Судя по дергающейся челюсти хозяина, тот слыхал, но боялся не этой простительной человеческой слабости.
— Начинаем концерт по заявкам, — Кандид в коридоре изъял мобилу у заваленного бугая. — Так? «Розовая пантера»? Ты знаешь, что это значит? Это значит, что покойник в душе оставался легкоранимым невротиком. А здесь? — отправив первую мобилу в карман, Кандид экспроприировал сотовый у второго бойца. — Послушаем-послушаем. О! «Танец маленьких лебедей»! Весьма почетно. Свидетельствует о богатом внутреннем мире и несогласии с брутальной действительностью. Слышь, жиртрест, — боец-баевец пнул дрожащее холодцом тело хозяина под ребра, — кладовка где?
Настолько подавленный страхом, что не рискнул игнорировать вопрос, Гриднев замычал, тыча подбородком. Брючным ремнем окольцевав толстяку ноги, и далее следуя по указанному направлению, визитер быстро нашел за велотренажером кладовку и стал деловито рыться в закромах. С лицом, выражающим всемирную скорбь, он осматривал набор латунных шурупов, поломанный аудиоплеер, комплект шампуров, моток гитарных струн, наборную отвертку…
— Что ж у тебя так не густо, домовитый ты наш? — обернулся баевский садист-легионер к хозяину. — Где крупповские молотки, бошевские коловороты, легированные сверла?

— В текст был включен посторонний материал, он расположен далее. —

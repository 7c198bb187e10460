/* SPDX-License-Identifier: GPL-3.0-or-later */
/*
 * text_tables: trials, medians and criteria of a record, a row each.
 */
#ifndef PLAFOND_TEXT_TABLES_H
#define PLAFOND_TEXT_TABLES_H

#include "report/text_page.h"

void text_trials(struct text_page *page, const struct record *record);
void text_medians(struct text_page *page, const struct record *record);
void text_criteria(struct text_page *page, const struct verdict *verdict);

/* Cells that the head of the report uses too. */
enum text_paint text_outcome_paint(enum outcome outcome);
const char *text_attained(const struct verdict *verdict,
    enum direction direction, const struct text_page *page,
    char buf[TEXT_CELL_SIZE]);
/* "97 %", "0.1 %", "20 ms": as it was declared. */
const char *text_required(const struct criterion_outcome *row,
    char buf[TEXT_CELL_SIZE]);

#endif
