/* SPDX-License-Identifier: GPL-3.0-or-later */
#include <math.h>

#include "report/json_value.h"
#include "report/record.h"

/* Rates of estimates are doubles; whole bit/s, rounded down. */
static json_t *
whole_bps(double bps)
{
	return isfinite(bps) && bps >= 0 && bps < 9007199254740992.0
	    ? json_integer((json_int_t)bps) : json_null();
}

static json_t *
json_layers(const struct layer_stack *layers)
{
	json_t *array = json_array();

	for (size_t i = 0; i < layers->count; i++)
		json_push(array, json_value_text(layers->use[i].layer->name));
	return array;
}

static json_t *
json_service(const struct service *service)
{
	static const char *const names[DIRECTIONS_SINGLE][3] = {
		{ "committed_a_to_b_bps", "peak_a_to_b_bps",
		  "excess_a_to_b_bps" },
		{ "committed_b_to_a_bps", "peak_b_to_a_bps",
		  "excess_b_to_a_bps" },
	};
	json_t *object = json_object();

	json_put(object, "name", json_value_text(service->name));
	for (size_t d = 0; d < DIRECTIONS_SINGLE; d++) {
		json_put(object, names[d][0],
		    json_value_u64(service->committed_bps[d]));
		json_put(object, names[d][1],
		    json_value_u64(service->peak_bps[d]));
		json_put(object, names[d][2],
		    json_value_u64(service->excess_bps[d]));
	}
	json_put(object, "counted_at", service->counted_at < LEVELS
	    ? json_value_text(level_name(
	    (enum layer_level)service->counted_at)) : json_null());
	json_put(object, "burst_a_to_b_bytes",
	    json_value_u64(service->burst_bytes[DIRECTION_A_TO_B]));
	json_put(object, "burst_b_to_a_bytes",
	    json_value_u64(service->burst_bytes[DIRECTION_B_TO_A]));
	json_put(object, "dscp", json_value_u64(service->dscp));
	json_put(object, "priority", json_value_u64(service->priority));
	return object;
}

static json_t *
json_circuit(const struct circuit *circuit)
{
	json_t *object = json_object();
	json_t *segments = json_array(), *services = json_array();

	json_put(object, "name", json_value_text(circuit->name));
	for (size_t i = 0; i < circuit->segments_count; i++) {
		const struct segment *segment = &circuit->segments[i];
		json_t *item = json_object();

		json_put(item, "name", json_value_text(segment->name));
		json_put(item, "medium",
		    json_value_text(segment->medium.medium->name));
		json_put(item, "layers", json_layers(&segment->layers));
		json_put(item, "mtu_bytes",
		    json_value_u64(segment->mtu_bytes));
		json_put(item, "service", json_service(&segment->service));
		json_push(segments, item);
	}
	json_put(object, "segments", segments);
	for (size_t i = 0; i < circuit->services_count; i++)
		json_push(services, json_service(&circuit->services[i]));
	json_put(object, "services", services);
	return object;
}

static json_t *
json_plan(const struct plan_declaration *plan, size_t trials_planned)
{
	json_t *object = json_object();
	json_t *directions = json_array();

	json_put(object, "trials_planned", json_value_u64(trials_planned));
	json_put(object, "trials", json_value_u64(plan->trials));
	for (size_t d = 0; d < DIRECTIONS; d++)
		if ((plan->directions >> d & 1) != 0)
			json_push(directions, json_value_text(
			    direction_name((enum direction)d)));
	json_put(object, "directions", directions);
	json_put(object, "duration_ns", json_value_u64(plan->duration_ns));
	json_put(object, "settle_ns", json_value_u64(plan->settle_ns));
	json_put(object, "settle_extends", plan->settle_extends == FIELD_UNSET
	    ? json_null() : json_boolean(plan->settle_extends != 0));
	json_put(object, "row_ns", json_value_u64(plan->row_ns));
	json_put(object, "streams", json_value_u64(plan->streams));
	json_put(object, "opens", json_value_text(
	    end_name(plan->opens == END_B ? END_B : END_A)));
	json_put(object, "congestion_control",
	    json_value_text(plan->congestion_control));
	json_put(object, "dscp", json_value_u64(plan->dscp));
	json_put(object, "mss_bytes", json_value_u64(plan->mss_bytes));
	json_put(object, "send_buffer_bytes",
	    json_value_u64(plan->send_buffer_bytes));
	json_put(object, "receive_buffer_bytes",
	    json_value_u64(plan->receive_buffer_bytes));
	return object;
}

static json_t *
json_host(const struct record *record, enum end end)
{
	const struct host_facts *host = &record->hosts[end];
	json_t *object = json_object();

	json_put(object, "end", json_value_text(end_name(end)));
	json_put(object, "name",
	    json_value_text(record->circuit->ends[end].name));
	json_put(object, "hostname", json_value_text(host->hostname));
	json_put(object, "software", json_value_text(host->software));
	json_put(object, "kernel", json_value_text(host->kernel));
	json_put(object, "cpus", json_value_u64(host->cpus));
	json_put(object, "default_congestion_control",
	    json_value_text(host->default_congestion_control));
	json_put(object, "receive_buffer_max_bytes",
	    json_value_u64(host->receive_buffer_max_bytes));
	json_put(object, "send_buffer_max_bytes",
	    json_value_u64(host->send_buffer_max_bytes));
	json_put(object, "tcp_receive_max_bytes",
	    json_value_u64(host->tcp_receive_max_bytes));
	json_put(object, "tcp_send_max_bytes",
	    json_value_u64(host->tcp_send_max_bytes));
	json_put(object, "tcp_timestamps",
	    json_value_u64(host->tcp_timestamps));
	json_put(object, "interface", json_value_text(host->interface));
	json_put(object, "interface_mtu_bytes",
	    json_value_u64(host->interface_mtu_bytes));
	json_put(object, "link_speed_bps",
	    json_value_u64(host->link_speed_bps));
	json_put(object, "reference_bps",
	    json_value_u64(record->reference_bps[end]));
	return object;
}

/* The median of one direction's trials, in bit/s. */
static json_t *
json_result(const struct verdict *verdict, enum direction direction)
{
	const struct median_estimate *e = &verdict->achieved_bps[direction];
	json_t *object = json_object();

	json_put(object, "direction",
	    json_value_text(direction_name(direction)));
	json_put(object, "trials", json_value_u64(e->n));
	json_put(object, "median_bps", whole_bps(e->median));
	json_put(object, "attained",
	    json_value_real(verdict->attained[direction]));
	json_put(object, "min_bps", whole_bps(e->min));
	json_put(object, "max_bps", whole_bps(e->max));
	json_put(object, "interval_low_bps", e->has_interval
	    ? whole_bps(e->low) : json_null());
	json_put(object, "interval_high_bps", e->has_interval
	    ? whole_bps(e->high) : json_null());
	json_put(object, "interval_confidence", e->has_interval
	    ? json_value_real(e->coverage) : json_null());
	return object;
}

static json_t *
json_criterion(const struct criterion_outcome *row)
{
	const struct median_estimate *e = &row->estimate;
	json_t *object = json_object();

	json_put(object, "name", json_value_text(row->name));
	json_put(object, "direction",
	    json_value_text(direction_name(row->direction)));
	json_put(object, "unit", json_value_text(row->is_time ? "ns"
	    : "ratio"));
	json_put(object, "limit", json_value_text(row->at_least ? "at-least"
	    : "at-most"));
	json_put(object, "required", json_value_real(row->required));
	json_put(object, "judged", json_boolean(row->judged));
	json_put(object, "found", json_value_real(row->found));
	json_put(object, "lower_bound", e->has_bounds
	    ? json_value_real(e->lower) : json_null());
	json_put(object, "upper_bound", e->has_bounds
	    ? json_value_real(e->upper) : json_null());
	json_put(object, "bound_confidence", e->has_bounds
	    ? json_value_real(e->bound_coverage) : json_null());
	json_put(object, "outcome", row->judged
	    ? json_value_text(outcome_name(row->outcome)) : json_null());
	json_put(object, "note", json_value_text(row->note));
	return object;
}

static json_t *
json_ledger(const struct ledger_entry *entry)
{
	json_t *object = json_object();

	json_put(object, "direction",
	    json_value_text(direction_name(entry->direction)));
	json_put(object, "name", json_value_text(entry->name));
	json_put(object, "bps", json_value_i64(entry->bps));
	json_put(object, "uncertainty_bps",
	    json_value_u64(entry->uncertainty_bps));
	json_put(object, "evidence", json_value_text(entry->evidence));
	return object;
}

static json_t *
json_verdict(const struct verdict *verdict)
{
	json_t *object = json_object();
	json_t *reasons = json_array();

	json_put(object, "outcome",
	    json_value_text(outcome_name(verdict->outcome)));
	for (size_t i = 0; i < verdict->reasons_count; i++) {
		const struct reason *reason = &verdict->reasons[i];
		json_t *item = json_object();

		json_put(item, "voids", json_boolean(reason->voids));
		json_put(item, "code", json_value_text(reason->code));
		json_put(item, "text", json_value_text(reason->text));
		json_push(reasons, item);
	}
	json_put(object, "reasons", reasons);
	return object;
}

/* The arrays that follow from the verdict. */
static void
put_judgement(const struct verdict *verdict, json_t *object)
{
	json_t *results = json_array(), *ledger = json_array();
	json_t *criteria = json_array();

	for (size_t d = 0; d < DIRECTIONS_SINGLE; d++)
		if (verdict->has_achieved[d])
			json_push(results, json_result(verdict,
			    (enum direction)d));
	for (size_t i = 0; i < verdict->ledger_count; i++)
		json_push(ledger, json_ledger(&verdict->ledger[i]));
	for (size_t i = 0; i < verdict->criteria_count; i++)
		json_push(criteria, json_criterion(&verdict->criteria[i]));
	json_put(object, "results", results);
	json_put(object, "ledger", ledger);
	json_put(object, "criteria", criteria);
	json_put(object, "verdict", json_verdict(verdict));
}

json_t *
record_to_json(const struct record *record)
{
	json_t *object = json_object();
	json_t *hosts = json_array(), *ceilings = json_array();
	json_t *trials = json_array();

	json_put(object, "format", json_value_text("plafond-record/1"));
	json_put(object, "id", json_value_text(record->id));
	json_put(object, "task", json_value_text(record->task));
	json_put(object, "started_utc",
	    json_value_utc(record->started_utc_ns));
	json_put(object, "finished_utc",
	    json_value_utc(record->finished_utc_ns));
	json_put(object, "software",
	    json_value_text("plafond " PLAFOND_VERSION));
	json_put(object, "circuit", json_circuit(record->circuit));
	json_put(object, "plan", json_plan(&record->circuit->plan,
	    record->trials_planned));
	for (size_t end = 0; record->hosts != NULL && end < ENDS; end++)
		json_push(hosts, json_host(record, (enum end)end));
	json_put(object, "hosts", hosts);
	for (size_t d = 0; d < DIRECTIONS_SINGLE; d++)
		json_push(ceilings, json_ceiling(record->circuit,
		    &record->ceilings[d]));
	json_put(object, "ceilings", ceilings);
	for (size_t i = 0; i < record->trials_count; i++)
		json_push(trials, json_trial(record, &record->trials[i]));
	json_put(object, "trials", trials);
	put_judgement(record->verdict, object);
	return object;
}
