/* SPDX-License-Identifier: GPL-3.0-or-later */
#include "report/record.h"

#include <string.h>

#include "clock.h"

void
record_make_id(uint64_t utc_ns, const unsigned char random[10],
    char out[RECORD_ID_SIZE])
{
	static const char digits[] = "0123456789abcdef";
	uint64_t utc_ms = utc_ns / NS_PER_MS;
	unsigned char id[16];
	size_t at = 0;

	for (size_t i = 0; i < 6; i++)
		id[i] = (unsigned char)(utc_ms >> (8 * (5 - i)) & 0xff);
	memcpy(id + 6, random, 10);
	/* Version 7 and the variant, RFC 9562 sections 4.1 and 4.2. */
	id[6] = (unsigned char)(0x70 | (id[6] & 0x0f));
	id[8] = (unsigned char)(0x80 | (id[8] & 0x3f));
	for (size_t i = 0; i < sizeof(id); i++) {
		if (i == 4 || i == 6 || i == 8 || i == 10)
			out[at++] = '-';
		out[at++] = digits[id[i] >> 4];
		out[at++] = digits[id[i] & 0x0f];
	}
	out[at] = '\0';
}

Будь у Гриднева чувство юмора и свободный рот, он бы радушно ответил, мол, чем богаты.
— А если жена попросит забить гвоздь, ты что, дядю Васю будешь звать? Месяц тому довелось побывать в похожей квартире, — гость сладко осклабился, и цель описываемого визита стала понятна, — тоже на полках шаром покати, правда, кухонный комбайн «Мулинекс» — это что-то. Так хозяин этой хаты, оказывается, на мобиле держал Бетховена. Терпеть не могу Бетховена! — Кандиду предстояло импровизировать, что тоже приводило в полный восторг. Казалось, от предвкушения кайфа из его рта капает слюна.

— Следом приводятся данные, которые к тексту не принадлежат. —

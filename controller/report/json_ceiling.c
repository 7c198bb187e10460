/* SPDX-License-Identifier: GPL-3.0-or-later */
/* One direction's ceiling as JSON, for the record and for `plafond ceiling`. */
#include <stdio.h>

#include "ceiling/ceiling.h"
#include "report/json_value.h"

static const char *const level_members[LEVELS] = {
	[LEVEL_LINE] = "line_bps",
	[LEVEL_FRAME] = "frame_bps",
	[LEVEL_FRAME_WITHOUT_FCS] = "frame_without_fcs_bps",
	[LEVEL_PACKET] = "packet_bps",
	[LEVEL_SEGMENT] = "segment_bps",
	[LEVEL_PAYLOAD] = "payload_bps",
};

/* Whole octets stay whole. */
static json_t *
octets(uint128 num, uint128 den)
{
	if (den == 0)
		return json_null();
	return num % den == 0 ? json_value_u64((uint64_t)(num / den)) :
	    json_value_real((double)num / (double)den);
}

static json_t *
json_bounds(const struct ceiling *ceiling)
{
	json_t *array = json_array();

	for (size_t i = 0; i < ceiling->bounds_count; i++) {
		const struct bound *bound = &ceiling->bounds[i];
		json_t *object = json_object();

		json_put(object, "name", json_value_text(bound->name));
		json_put(object, "class",
		    json_value_text(bound_class_name(bound->class)));
		json_put(object, "payload_bps",
		    json_value_u64(bound->payload_bps));
		json_put(object, "binding", json_boolean(bound->binding));
		json_put(object, "source", json_value_text(bound->source));
		json_push(array, object);
	}
	return array;
}

static json_t *
json_ladder(const struct ceiling *ceiling)
{
	json_t *array = json_array();

	for (size_t i = 0; i < ceiling->steps_count; i++) {
		const struct ladder_step *step = &ceiling->steps[i];
		json_t *object = json_object();

		json_put(object, "name", json_value_text(step->name));
		json_put(object, "bytes", octets(step->bytes_num,
		    step->bytes_den));
		json_put(object, "bps", json_value_u64(step->bps));
		json_put(object, "level", step->reaches_level
		    ? json_value_text(level_name(step->level)) : json_null());
		json_put(object, "source", step->source == NULL ? json_null()
		    : json_value_text(step->source));
		json_push(array, object);
	}
	return array;
}

static json_t *
json_levels(const struct ceiling *ceiling)
{
	json_t *array = json_array();

	for (size_t i = 0; i < LEVELS; i++) {
		json_t *object;

		if (!ceiling->has_level[i])
			continue;
		object = json_object();
		json_put(object, "level",
		    json_value_text(level_name((enum layer_level)i)));
		json_put(object, "bytes", octets(ceiling->level_bytes_num[i],
		    ceiling->level_bytes_den));
		json_push(array, object);
	}
	return array;
}

/* On the narrow segment's medium. */
static json_t *
json_notes(const struct ceiling *ceiling)
{
	json_t *array = json_array();

	for (size_t i = 0; i < ceiling->notes_count; i++)
		json_push(array, json_value_text(ceiling->notes[i]));
	return array;
}

static void
push_memory(json_t *array, const char *name, const char *memory)
{
	char text[512];

	if (memory == NULL)
		return;
	(void)snprintf(text, sizeof(text), "%s: %s", name, memory);
	json_push(array, json_value_text(text));
}

/* What of the narrow segment rests on memory. */
static json_t *
json_memory(const struct segment *segment)
{
	const struct layer_stack *stack = &segment->layers;
	json_t *array = json_array();

	push_memory(array, segment->medium.medium->name,
	    segment->medium.medium->memory);
	for (size_t i = 0; i < stack->count; i++)
		if (i == 0 || stack->use[i].layer != stack->use[i - 1].layer)
			push_memory(array, stack->use[i].layer->name,
			    stack->use[i].layer->memory);
	return array;
}

json_t *
json_ceiling(const struct circuit *circuit, const struct ceiling *ceiling)
{
	const struct segment *narrow = &circuit->segments[
	    ceiling->narrow < circuit->segments_count ? ceiling->narrow : 0];
	const char *note = narrow->medium.medium->accuracy_note;
	bool known = !ceiling->reference;
	json_t *object = json_object();

	json_put(object, "direction",
	    json_value_text(direction_name(ceiling->direction)));
	json_put(object, "protocol",
	    json_value_text(protocol_name(ceiling->protocol)));
	json_put(object, "top", json_value_text(ceiling->top));
	json_put(object, "reference", json_boolean(ceiling->reference));
	json_put(object, "line_rate_bps", known
	    ? json_value_u64(ceiling->line_rate_bps) : json_null());
	for (size_t i = 0; i < LEVELS; i++)
		json_put(object, level_members[i], known &&
		    ceiling->has_level[i]
		    ? json_value_u64(ceiling->rate_bps[i]) : json_null());
	json_put(object, "shared_bps", known
	    ? json_value_u64(ceiling->shared_bps) : json_null());
	json_put(object, "unused_bps", known
	    ? json_value_u64(ceiling->unused_bps) : json_null());
	json_put(object, "packet_bytes", known
	    ? json_value_u64(ceiling->packet_bytes) : json_null());
	json_put(object, "narrow_segment",
	    known && ceiling->narrow < circuit->segments_count
	    ? json_value_text(circuit->segments[ceiling->narrow].name)
	    : json_null());
	json_put(object, "accuracy",
	    json_value_text(accuracy_name(ceiling->accuracy)));
	json_put(object, "accuracy_note", note == NULL ? json_null() :
	    json_value_text(note));
	json_put(object, "memory", json_memory(narrow));
	json_put(object, "notes", json_notes(ceiling));
	json_put(object, "duplex", known ? json_value_text(duplex_name(
	    ceiling->shared ? DUPLEX_SHARED : DUPLEX_FULL)) : json_null());
	json_put(object, "tolerance_ppm",
	    json_value_u64(ceiling->tolerance_ppm));
	json_put(object, "burst_bytes", json_value_u64(ceiling->burst_bytes));
	json_put(object, "bounds", json_bounds(ceiling));
	json_put(object, "ladder", json_ladder(ceiling));
	json_put(object, "levels", json_levels(ceiling));
	return object;
}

Он не поленился пошуровать на верхней полке, и лицо озарилось. Мелодично запевшая острозубая пила удобно устроилась в руке пластиковой ручкой. Гриднев забился выброшенной на берег рыбкой.
— Что, одолевают смутные сомнения? — дружелюбно наклонил голову Кандид.
Гриднев расчувствовано закивал, хлюпая носом.